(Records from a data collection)
Segment Open
func TestWallReport(t *testing.T) {
	r := wallFixture()
	html := render(t, r, Options{})
	charts, _ := chartData(t, html)
	for _, id := range []string{idCycle, idEnvelope, idResponse, idSimTemp, idSimFlux, idStep} {
		if charts[id] == nil {
			t.Errorf("chart %s missing from the chart data", id)
		}
		if !strings.Contains(html, `id="`+id+`"`) {
			t.Errorf("no box for chart %s", id)
		}
	}
	for _, id := range []string{idGroundEnvelope, idFrost} {
		if charts[id] != nil {
			t.Errorf("wall report has ground chart %s", id)
		}
	}
	// (a) the heat flux sits on the second y axis.
	cyc := charts[idCycle]
	if n := len(cyc["yAxis"].([]any)); n != 2 {
		t.Errorf("cycle chart: %d y axes, want 2", n)
	}
	flux := findSeries(t, cyc, "Heat flux into the room")
	if flux["yAxisIndex"] != 1.0 {
		t.Errorf("cycle chart: heat flux on y axis %v, want 1", flux["yAxisIndex"])
	}
	// (b) one markLine per layer boundary, one named area per layer.
	env := charts[idEnvelope]
	mean := findSeries(t, env, "Mean")
	ml := mean["markLine"].(map[string]any)["data"].([]any)
	if len(ml) != len(r.Series.Profile.Interfaces_m) {
		t.Errorf("envelope: %d boundary lines, want %d", len(ml), len(r.Series.Profile.Interfaces_m))
	}
	ma := mean["markArea"].(map[string]any)["data"].([]any)
	if len(ma) != len(r.Layers) {
		t.Errorf("envelope: %d layer areas, want %d", len(ma), len(r.Layers))
	}
	band := findSeries(t, env, "Range (min–max)")
	if band["type"] != "custom" || band["renderItem"] != "fn:TSFN.band" {
		t.Errorf("envelope band: type %v renderItem %v", band["type"], band["renderItem"])
	}
	// One band item per profile point: [x, min, x, max].
	bd := band["data"].([]any)
	if len(bd) != len(r.Series.Profile.Position_m) {
		t.Errorf("band has %d items, want %d", len(bd), len(r.Series.Profile.Position_m))
	}
	v := bd[3].(map[string]any)["value"].([]any)
	mm := num(1000 * r.Series.Profile.Position_m[3])
	want := []any{mm, num(r.Series.Profile.Min_C[3]), mm, num(r.Series.Profile.Max_C[3])}
	if !equalAny(v, want) {
		t.Errorf("band item 3 = %v, want %v", v, want)
	}
	// The step chart has a log time axis and a log flux axis (q > 0 in
	// the fixture), and marks where the half-space form stops holding.
	for _, axis := range []string{"xAxis", "yAxis"} {
		if typ := charts[idStep][axis].([]any)[0].(map[string]any)["type"]; typ != "log" {
			t.Errorf("step chart %s type %v, want log", axis, typ)
		}
	}
	step := findSeries(t, charts[idStep], "Simulated")
	if ml := step["markLine"].(map[string]any)["data"].([]any); len(ml) != 1 {
		t.Errorf("step chart: %d markLines, want 1", len(ml))
	}
	// (c) logarithmic period axis and two y axes.
	resp := charts[idResponse]
	if typ := resp["xAxis"].([]any)[0].(map[string]any)["type"]; typ != "log" {
		t.Errorf("response chart x axis type %v, want log", typ)
	}
	if n := len(resp["yAxis"].([]any)); n != 2 {
		t.Errorf("response chart: %d y axes, want 2", n)
	}
	// Time charts zoom.
	if charts[idSimTemp]["dataZoom"] == nil {
		t.Error("simulated temperatures have no dataZoom")
	}
	for _, want := range []string{
		"Steady state (ISO 6946)", "Periodic properties per period", "facing brick", "mineral-wool",
		"Simulation against the exact periodic solution", "Simulated temperatures at the probes",
		"21 %", "9.4 h", "f = |Y₁₂|/U = 0.214", "Energy balance of the simulation", "Heat that entered through the outside",
		"Output interval", "Step of the outside surface temperature", "Thermal effusivity",
		"one-dimensional heat flow", "homogeneous layers", "ISO 13786", "TR-BDF2", "Carslaw and Jaeger",
	} {
		if !strings.Contains(html, want) {
			t.Errorf("wall report lacks %q", want)
		}
	}
	if strings.Contains(html, "licensed geotechnical engineer") {
		t.Error("wall report carries the frost caution")
	}
}

func equalAny(a, b []any) bool {
	if len(a) != len(b) {
		return false
	}
	for i := range a {
		if a[i] != b[i] {
			return false
		}
	}
	return true
}

func findSeries(t testing.TB, option map[string]any, name string) map[string]any {
	t.Helper()
	for _, s := range option["series"].([]any) {
		m := s.(map[string]any)
		if m["name"] == name {
			return m
		}
	}
	t.Fatalf("no series %q", name)
	return nil
}
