// ParseQuantity reads a number with an optional unit, written as described
// in the package documentation, and returns its value in the SI unit of
// kind (degC for temperatures, seconds for durations and periods, a plain
// ratio for fractions).
//
// A bare number is in the default unit of the kind (see DefaultUnit); note
// that for Duration and Period this is hours. The error for bad text says
// what was wrong and lists the accepted units.
func ParseQuantity(s string, kind Kind) (float64, error) {
	if !kind.valid() {
		return 0, fmt.Errorf("layers: unknown quantity kind %d", int(kind))
	}
	info := &kinds[kind]
	text := strings.TrimSpace(s)
	if text == "" {
		return 0, fmt.Errorf("empty value for %s; write a number such as %q", info.noun, info.example)
	}
	n := numberPrefix(text)
	if n == 0 {
		if isNonFinite(text) {
			return 0, fmt.Errorf("%q is not a finite number; %s must be a finite number such as %q", s, info.noun, info.example)
		}
		return 0, fmt.Errorf("%q does not start with a number; write %s such as %q", s, info.noun, info.example)
	}
	v, err := strconv.ParseFloat(text[:n], 64)
	if err != nil || math.IsInf(v, 0) || math.IsNaN(v) {
		return 0, fmt.Errorf("%q is out of range for %s", s, info.noun)
	}
	rest := strings.TrimSpace(text[n:])
	if rest != "" && (rest[0] == ',' || (rest[0] == '.' && len(rest) > 1 && rest[1] >= '0' && rest[1] <= '9')) {
		return 0, fmt.Errorf("%q is not a single number; write the decimal point as \".\" and no thousands separator", s)
	}
	var u unit
	if rest == "" {
		u = info.units[info.def]
	} else {
		i, ok := lookupUnit(kind, rest)
		if !ok {
			if numberPrefix(rest) > 0 {
				return 0, fmt.Errorf("%q holds more than one number; write one number with one unit, such as %q", s, info.example)
			}
			return 0, fmt.Errorf("unknown unit %q for %s; use %s%s", rest, info.noun, acceptedUnits(kind), otherKindHint(kind, rest))
		}
		u = info.units[i]
	}
	out := v*u.scale + u.offset
	if math.IsInf(out, 0) || math.IsNaN(out) {
		return 0, fmt.Errorf("%q is out of range for %s", s, info.noun)
	}
	// A temperature (degC inside the code) cannot lie below absolute zero,
	// 0 K = -273.15 degC (the definition of the Celsius scale, SI Brochure),
	// allowing for the rounding of a unit conversion.
	if kind == Temperature && out < absoluteZero-1e-9 {
		return 0, fmt.Errorf("%q is below absolute zero (-273.15 °C)", s)
	}
	return out, nil
}

// absoluteZero is 0 K in degC.
const absoluteZero = -273.15

// otherKindHint says which other kind of quantity unit text belongs to,
// e.g. `; "m" is a unit of length`, or "" if none.
func otherKindHint(kind Kind, text string) string {
	for k := Kind(0); k < numKinds; k++ {
		if k == kind || twins(k, kind) {
			continue
		}
		if _, ok := lookupUnit(k, text); ok {
			return fmt.Sprintf(`; %q is a unit of %s`, text, kinds[k].short)
		}
	}
	return ""
}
Segment Closed
**INSTRUCTIONS TO FOLLOW**
Would you retype exactly the lines above, from the line with "if kind == Temperature" to the line with "if _, ok := lookupUnit(k, text);", with both end lines kept and nothing more?

**THE COMPLETED TASK**
	if kind == Temperature && out < absoluteZero-1e-9 {
		return 0, fmt.Errorf("%q is below absolute zero (-273.15 °C)", s)
	}
	return out, nil
}

// absoluteZero is 0 K in degC.
const absoluteZero = -273.15

// otherKindHint says which other kind of quantity unit text belongs to,
// e.g. `; "m" is a unit of length`, or "" if none.
func otherKindHint(kind Kind, text string) string {
	for k := Kind(0); k < numKinds; k++ {
		if k == kind || twins(k, kind) {
			continue
		}
		if _, ok := lookupUnit(k, text); ok {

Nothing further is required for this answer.